* Task requirements: Look for the string "CannotReject" in the material below. Copy every line where you find it.

* Extracted data:
-=-=-=-=-
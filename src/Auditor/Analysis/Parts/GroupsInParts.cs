using Auditor.Data;
using Auditor.Design;
using Auditor.Numerics;
using Auditor.Results;

namespace Auditor.Analysis.Parts;

/// <summary>
/// Every left-out group in the parts of its rows: its test in each part and the test that the effect is the same in all. The tests in the parts of one division are one family
/// over all groups and parts, the differences another. Nothing here enters a verdict.
/// </summary>
internal static class GroupsInParts
{
    /// <param name="shown">Rows of the fit that is shown.</param>
    /// <param name="groups">Each group as it was judged on all its rows.</param>
    /// <returns>For each group its results, one for each division in declared order.</returns>
    public static IReadOnlyList<IReadOnlyList<GroupInParts>> Of(BoundModel model, RowSubset shown, IReadOnlyList<JudgedOnRows> groups, JudgementInputs inputs, RunSettings run)
    {
        var divided = DivisionsOfRows.Of(model, shown, inputs.Policy).Select(division => Divided(model, division, groups, inputs, run)).ToArray();
        return [.. groups.Select((_, group) => (IReadOnlyList<GroupInParts>)[.. divided.Select(division => division[group])])];
    }

    private static IReadOnlyList<GroupInParts> Divided(BoundModel model, Division division, IReadOnlyList<JudgedOnRows> groups, JudgementInputs inputs, RunSettings run)
    {
        if (division.Why is { } why)
        {
            return [.. groups.Select(_ => new GroupInParts(division.By, division.Kind, [], PartFigure.NoDifference(0, why), why))];
        }

        var policy = inputs.Policy;
        var fits = PartFits.Compute(model, division, [.. groups.Select(group => group.Rows?.Rows)], policy.PartRows, run);
        var tests = groups.Select((group, g) => division.Parts.Select((_, part) => fits.Of(part, g) is { } fit
            ? new GroupEvidence(new GroupResults(fit[g], policy.BasisWithoutStructure, inputs.Sampling), policy)
            : null).ToArray()).ToArray();
        var adjusted = Family.Adjust([.. tests.SelectMany(one => one).Select(evidence => P(evidence, policy.Significance))], policy.Adjustment);
        var differences = groups.Select((group, g) => DifferenceOfParts.Of(group.Judgement.Evidence, g, tests[g], fits, inputs.Sampling)).ToArray();
        var adjustedDifferences = Family.Adjust([.. differences.Select(one => one.CannotReject(policy.Significance) ? null : TestFigure.P(one.Test))], policy.Adjustment);
        return
        [
            .. groups.Select((_, g) => new GroupInParts(
                division.By,
                division.Kind,
                [.. division.Parts.Select((part, k) => PartFigure.Of(part.Label, fits.Rows(k, g).Count, fits.Of(k, g), tests[g][k], adjusted[(g * division.Parts.Count) + k], policy))],
                PartFigure.Difference(differences[g], adjustedDifferences[g], policy),
                null)),
        ];
    }

    /// <summary>A test that cannot reject in its part, however large the effect, is no member of the family.</summary>
    private static PValue? P(GroupEvidence? evidence, double level) =>
        evidence is null || evidence.Basis.CannotReject(level) ? null : TestFigure.P(evidence.Basis.Test);
}

/// <summary>A group judged on all its rows; the fit is null when it has none.</summary>
internal sealed record JudgedOnRows(Judgement Judgement, RowSetFit? Rows);
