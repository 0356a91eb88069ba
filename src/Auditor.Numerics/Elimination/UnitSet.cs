using System.Globalization;

namespace Auditor.Numerics.Elimination;

/// <summary>A set of candidate units by position, as bits: the key of a submodel.</summary>
public readonly record struct UnitSet(UInt128 Bits)
{
    /// <summary>Most units that fit.</summary>
    public const int Most = 128;

    public static UnitSet All(int count) => new(count == Most ? UInt128.MaxValue : (UInt128.One << count) - 1);

    public static UnitSet Of(IEnumerable<int> units) => units.Aggregate(default(UnitSet), (set, unit) => new(set.Bits | (UInt128.One << unit)));

    public bool Contains(int unit) => (Bits >> unit & UInt128.One) != 0;

    public UnitSet Without(int unit) => new(Bits & ~(UInt128.One << unit));

    /// <summary>No unit of this set is missing from the other.</summary>
    public bool IsWithin(UnitSet other) => (Bits & ~other.Bits) == 0;

    public override string ToString() => Bits.ToString("X", CultureInfo.InvariantCulture);
}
-=-=-=-=-
* Response to the exercise:
        var adjustedDifferences = Family.Adjust([.. differences.Select(one => one.CannotReject(policy.Significance) ? null : TestFigure.P(one.Test))], policy.Adjustment);
        evidence is null || evidence.Basis.CannotReject(level) ? null : TestFigure.P(evidence.Basis.Test);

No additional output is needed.